Our empirical experience of human inequality is so overwhelming that we seek some tool of transcendental redress.  The old theology, which held that every human being was created in the image and likeness of God, bestowed upon human beings a radical equality that, in theory, trumped the actual social hierarchy. But that was in theory. The old favorite hymn “All Things Bright and Beautiful” includes a stanza frequently omitted from modern hymnals:

The rich man in his castle,
The poor man at his gate,
He made them, high or lowly,
And ordered their estate.

The theory probably always sounded more plausible to castle- than to gate-dwellers, as is suggested by the distich popular among John Ball’s revolutionaries in the 14th century: “When Adam delved and Eve span, who was then the gentleman?” By the 18th century, American and French revolutionaries chucked the theory entirely. They did not, of course, chuck equality itself — “All men are created equal”, liberté, egalité, and all that — but equality’s basis (human law and politics) was now only semi-transcendent.

Such is the context of the current discussions of economic equality.

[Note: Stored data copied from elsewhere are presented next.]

"""Spreadsheet-safe CSV, JSON without NaN, and atomic writes."""

import csv
import io
import json
import os

import pytest

from partpick.render import exports


@pytest.mark.parametrize(
    ("cell", "expected"),
    [
        # OWASP, "CSV Injection": cells starting with = + - @ tab or CR are formulas to a
        # spreadsheet, so they get a leading apostrophe.
        ("=1+2", "'=1+2"),
        ("+CMD", "'+CMD"),
        ("-2+3", "'-2+3"),
        ("@SUM(A1)", "'@SUM(A1)"),
        ("\tTAB", "'\tTAB"),
        ("\rCR", "'\rCR"),
        ("QM-4R7", "QM-4R7"),  # a dash inside is harmless
        ("", ""),
        (None, ""),
        # numbers stay numbers, negative ones included
        (1.5, 1.5),
        (-0.25, -0.25),
        (3, 3),
    ],
)
def test_neutralise_cell(cell, expected):
    assert exports.neutralise_cell(cell) == expected


def test_csv_text_round_trips_numbers():
    text = exports.csv_text(["mpn", "price"], [["=BAD()", 0.42], ["OK-1", 1.0]])
    rows = list(csv.reader(io.StringIO(text)))
    assert rows == [["mpn", "price"], ["'=BAD()", "0.42"], ["OK-1", "1.0"]]


def test_json_has_no_nan():
    document = json.loads(exports.json_text({"a": float("nan"), "b": [1.0, float("inf")]}))
    assert document == {"a": None, "b": [1.0, None]}


def test_atomic_write_replaces_whole(tmp_path):
    target = tmp_path / "bom.csv"
    target.write_text("old")
    exports.write_atomically(target, "new")
    assert target.read_text() == "new"


def test_atomic_write_leaves_the_old_file_when_it_fails(tmp_path, monkeypatch):
    target = tmp_path / "bom.csv"
    target.write_text("old and complete")

    def broken_replace(src, dst):
        raise OSError("disk full")

    monkeypatch.setattr(os, "replace", broken_replace)
    with pytest.raises(OSError):
        exports.write_atomically(target, "new but never finished")
    assert target.read_text() == "old and complete"
    assert [p.name for p in tmp_path.iterdir()] == ["bom.csv"]


def test_markdown_table_escapes_pipes():
    text = exports.markdown_table(["a", "b"], [["x|y", 1]])
    assert text.splitlines() == ["| a | b |", "|---|---|", "| x\\|y | 1 |"]


# 0.1 + 0.2 is 0.30000000000000004 in IEEE 754 binary64 (the classic example of float noise,
# Goldberg, "What Every Computer Scientist Should Know About Floating-Point Arithmetic", 1991);
# 5.48 summed from 1.42 + 3 × 0.2 + … reaches 5.4799999999999995 the same way.
@pytest.mark.parametrize(
    ("value", "written"),
    [(0.1 + 0.2, "0.3"), (5.4799999999999995, "5.48"), (9.999999999999999e-06, "1e-05"),
     (1 / 3, "0.333333333333"), (123456789012345.0, "123456789012000.0")],
)  # fmt: skip
def test_csv_and_json_numbers_carry_at_most_twelve_significant_digits(value, written):
    assert exports.csv_text(["x"], [[value]]).splitlines()[1] == written
    assert json.loads(exports.json_text({"x": value}))["x"] == float(written)
    assert f'"x": {written}' in exports.json_text({"x": value})


def _significant_digits(value: float) -> int:
    mantissa = repr(value).lower().split("e")[0].replace("-", "").replace(".", "")
    return len(mantissa.strip("0"))


def test_the_vectorised_rounding_leaves_no_float_noise_at_any_magnitude():
    # Same IEEE 754 property as above: the 12-digit decimal's nearest float has a repr of at
    # most 12 significant digits; from 1e-15 to 1e15, through the exact and fallback paths.
    import numpy as np

    rng = np.random.default_rng(3)
    values = rng.uniform(1, 10, 4000) * 10.0 ** rng.integers(-15, 15, 4000)
    tidied = exports.tidy_array(np.concatenate([values, [0.1 + 0.2, 0.0, -5.4799999999999995]]))
    assert max(_significant_digits(v) for v in tidied.tolist()) <= 12
    assert np.allclose(tidied[:4000], values, rtol=1e-11)
    assert tidied[-3:].tolist() == [0.3, 0.0, -5.48]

So great are the disparities in income and wealth accumulation among American citizens that the question now arises as to whether, in terms of practical effect, the newer political theory of equality is any better than the older theological one.

I will not use the term middle class in this essay because I no longer have much idea what it means, but I can, nonetheless, put the matter in personal and anecdotal terms. If my only income were gained from working at a minimum-wage job, eight hours a day, five days a week, 52 weeks a year, I would earn just not quite enough to pay my property taxes on a house valued a little below the Zillow median for the town in which I live — that is, if I didn’t spend a penny of my earnings on anything else.

Surely there are some issues here beyond the exorbitance of my local taxes or the attractions of moving back to Arkansas. One is the “level playing field.” Conservatives like to say that our aim should be to maintain equality of opportunity rather than jigger about in the quixotic pursuit of equality of outcomes. We should aim for a “level playing field.” I have always found the idea a curious one since, if a football field is full of snags and furrows, it is full of snags and furrows for both teams. However, I can use it, at least in a variant form — that of a finely planed and finished chessboard.

I prefer the chessboard to the football field. It seems that, in the future, jobs with sufficient compensation to allow one to pay one’s taxes are more likely to require a supple intelligence than supple abs. Nothing could be more level, regular, standard, uniform or — if you like — “equal opportunity” than a chessboard. When two players face off against each other across it, they do so in equality. There is no lobbyist on K Street who can arrange a special “economic incentive” or “targeted tax break” that will advantage white with three preliminary moves or black with a couple of extra rooks. Does this fact make any two players equal in terms of the outcome of their match?

To ask the question is to expose its absurdity. The Economist’s cleverly entitled essay on “An hereditary meritocracy” has the following summary heading: “The children of the [American] rich and powerful are increasingly well suited to earning wealth and power themselves. That’s a problem.”

With the aid of a few nifty charts and graphs of the kind at which it excels, The Economist lays out some of the tautologies of social capital linking economic success with quality of education, especially early education, and the effectiveness and stability of family structures. We may want to laugh out loud at the spectacle of the Upper West Side MBA couple sweating their toddler’s application to the “right” playgroup, but when it comes to chess 20 years hence, that kid is likely to have the edge on her contemporary raised by an unmarried high-school dropout and a television set.